Учительница нахмурила лоб.
– Похоже… но вроде не так. Инна! Вот, мать звали Инной! Или нет? Что ж с моей головой творится? Внутренним зрением отлично женщин вижу, очень были похожие, как близнецы, с небольшой разницей в возрасте. Саша у них одна на двоих была, то мама, то тетя ко мне приходили. Знаете, иногда в нормальной семье вырастает отвратительный ребенок. Мда… тяжелый у нас тогда год выдался… За несколько дней до взрыва мальчик пропал из четвертого класса, ушел из школы, а домой не вернулся. Учителя, естественно, на нервах, хоть и не отвечают за ребенка, когда он наш двор покинул, но ведь мы сами матери! Не успели одно горе пережить, как дом взлетел на воздух.
– Саша была у Васюковых единственным ребенком? – потрясла я головой. – Вы, наверное, забыли про Артема. Он сын Риммы Марковны.
– Артем Васюков? – переспросила химичка. – Не припоминаю такого. Ни о каком брате Саша никогда не упоминала.
– Мальчик находился на домашнем обучении, – уточнила я.
– У нас таких детей не водилось, – отрезала Таисия Максимовна, – все ходили в школу. Даже Леня Капустин в инвалидном кресле приезжал. А что за болезнь была у ребенка?
– Гастрит, – озвучила я название недуга. – Артему прописали строгий режим, еду по часам, диету.
Химичка с недоумением посмотрела на меня.
– Гастрит? Он у каждого второго! В таком случае ребенок не ест в столовой, а приносит с собой судок из дома. Мы купили СВЧ-печь, установили около нее дежурство, сотрудник пищеблока греет еду малышам.
– Артем был приписан к вашей школе более десяти лет назад, – заметила я.
– Ну и что? – не сдалась Таисия Максимовна. – Гастрит никогда не считался тяжелой напастью, если только…
– Говорите, – поторопила я ее.
Таисия Максимовна смутилась.
– Не хочется ни о ком из детей распускать слухи.

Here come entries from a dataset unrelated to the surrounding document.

"""Analytic gradients of the GCN against central finite differences (standard practice),
in float64, for 1-3 layers, both transform orders, bias on/off, dropout on with fixed masks.

Â is replaced by a random NON-symmetric sparse matrix P (propagate = P @ M,
propagate_t = Pᵀ @ G), so a backward that used propagate where it needs the transpose fails.
"""
from __future__ import annotations

import numpy as np
import pytest
import scipy.sparse as sp

from shardtrain.plan.schedule import layer_dims, layer_hops
from shardtrain.train import model

N = 13
CLASSES = 3


def _problem(input_dim, hidden, layers, bias, seed=1):
    rng = np.random.default_rng(seed)
    p = sp.random(N, N, density=0.3, random_state=seed, format="csr") + sp.identity(N)
    p = sp.csr_matrix(p)
    x = rng.normal(size=(N, input_dim))
    labels = rng.integers(0, CLASSES, size=N)
    train = rng.random(N) < 0.6
    dims = layer_dims(input_dim, hidden, CLASSES, layers)
    hops = layer_hops(dims)
    params = model.glorot_init(dims, seed=seed, dtype=np.float64, bias=bias)
    # non-zero biases so their effect on the kinks and the loss is exercised
    params = [(w, None if b is None else rng.normal(size=b.shape) * 0.1) for w, b in params]
    n_train_global = int(train.sum()) + 4   # as if other workers held 4 more training rows
    return p, x, labels, train, hops, params, n_train_global


def _objective(params, p, x, labels, train, hops, drop, n_train_global, wd):
    logits, cache = model.forward(params, x, hops, lambda l, m: p @ m, drop)
    loss, dlogits = model.loss_and_grad(logits, labels, train, n_train_global)
    return loss + model.weight_decay_penalty(params, wd), logits, cache, dlogits


@pytest.mark.parametrize("layers", [1, 2, 3])
@pytest.mark.parametrize("input_dim,hidden", [(6, 8), (10, 4)])
@pytest.mark.parametrize("bias", [False, True])
def test_gradients_match_central_differences(layers, input_dim, hidden, bias):
    p, x, labels, train, hops, params, n_train_global = _problem(input_dim, hidden, layers, bias)
    # the chosen dims give both orders across the parametrisation
    assert any(h.transform_first for h in hops) or layers == 1
    drop = model.Dropout(seed=3, epoch=7, rate=0.4, global_ids=np.arange(N))
    wd = 0.05
    calls = []

    def propagate_t(l, g):
        calls.append(l)
        return p.T @ g

    _, _, cache, dlogits = _objective(params, p, x, labels, train, hops, drop,
                                      n_train_global, wd)
    grads = model.backward(params, cache, dlogits, hops, propagate_t)
    model.add_weight_decay(grads, params, wd)
    # propagate_t is called exactly where the schedule has a backward exchange
    assert sorted(calls) == sorted(h.layer for h in hops if h.backward_width > 0)

    eps = 1e-6
    for l in range(layers):
        for which in (0, 1):
            arr = params[l][which]
            if arr is None:
                assert grads[l][which] is None
                continue
            numeric = np.zeros_like(arr)
            for idx in np.ndindex(arr.shape):
                old = arr[idx]
                arr[idx] = old + eps
                up = _objective(params, p, x, labels, train, hops, drop, n_train_global, wd)[0]
                arr[idx] = old - eps
                down = _objective(params, p, x, labels, train, hops, drop, n_train_global, wd)[0]
                arr[idx] = old
                numeric[idx] = (up - down) / (2 * eps)
            np.testing.assert_allclose(grads[l][which], numeric, rtol=1e-5, atol=1e-8,
                                       err_msg=f"layer {l} {'wb'[which]}")


def test_loss_gradient_matches_central_differences():
    """d loss / d logits, with the global training count as divisor."""
    rng = np.random.default_rng(5)
    logits = rng.normal(size=(9, 4)) * 3
    labels = rng.integers(0, 4, size=9)
    train = rng.random(9) < 0.5
    train[0] = True
    loss, d = model.loss_and_grad(logits, labels, train, 11)
    eps = 1e-6
    numeric = np.zeros_like(logits)
    for idx in np.ndindex(logits.shape):
        up, down = logits.copy(), logits.copy()
        up[idx] += eps
        down[idx] -= eps
        numeric[idx] = (model.loss_and_grad(up, labels, train, 11)[0]
                        - model.loss_and_grad(down, labels, train, 11)[0]) / (2 * eps)
    np.testing.assert_allclose(d, numeric, rtol=1e-6, atol=1e-9)
    assert np.all(d[~train] == 0)
    # the value itself: mean cross-entropy written the textbook way, times n_masked / 11
    p = np.exp(logits) / np.exp(logits).sum(axis=1, keepdims=True)
    expected = -np.log(p[train, labels[train]]).sum() / 11
    assert loss == pytest.approx(expected, rel=1e-12)


def test_loss_is_stable_for_huge_logits():
    """log-sum-exp (common practice): no overflow for logits of 1e4."""
    logits = np.array([[1e4, 0.0, -1e4], [0.0, 1e4, 0.0]])
    loss, d = model.loss_and_grad(logits, np.array([0, 0]), np.array([True, True]), 2)
    assert np.isfinite(loss) and np.all(np.isfinite(d))
    assert loss == pytest.approx(1e4 / 2)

– Верю, – согласилась я, – но все же скажите что хотели.
Химичка сложила руки на груди.
– Иногда семилетка отстает в развитии. По идее, такого ребенка следует отправлять во вспомогательную школу, но тогда у человека останется клеймо на всю жизнь. У нас было два случая, когда дети с легкой формой олигофрении получили нормальные аттестаты, учителя пошли навстречу родителям, те оформили домашнее обучение по болезни. Не помню сейчас, какой диагноз стоял в бумагах, но он никак не был связан с плохими умственными способностями.
– Артем Васюков один из тех детей! – обрадовалась я.
– Нет, – возразила Таисия Максимовна, – это были девочки, Галина Андреева и Татьяна Стефаненко.
– Артем Васюков тоже сидел дома, – упорно повторила я, – дело было давно, вы забыли.
– Нет! Можно зайти в канцелярию и посмотреть документы, – твердила Таисия Максимовна. – Поймите, Саша была притчей во языцех, я бы запомнила ее брата. Но никакие другие Васюковы в школе не учились.
Разговор зашел в тупик. Я попрощалась с милой учительницей и хотела заглянуть в кабинет директрисы, но ее не оказалось на месте.
– Вы по какому вопросу? – вежливо спросила секретарь.
Я повесила на лицо просительную улыбку.
– Мой племянник ходил в эту школу. Дело давнее, но… можно получить справку о том, что мальчик посещал занятия?
– В принципе да, – кивнула девушка. – Помните год поступления?
– Конечно, – обрадовалась я и назвала цифру.
Секретарь взяла мышку.
– Катя, – крикнул полный мужчина, всовывая голову в приемную, – где ключ от ворот?
– Как всегда, висит на гвоздике, – ответила Катя. – Посмотрите!
– Там нет.
– Гляньте внимательно, – спокойно произнесла Катерина.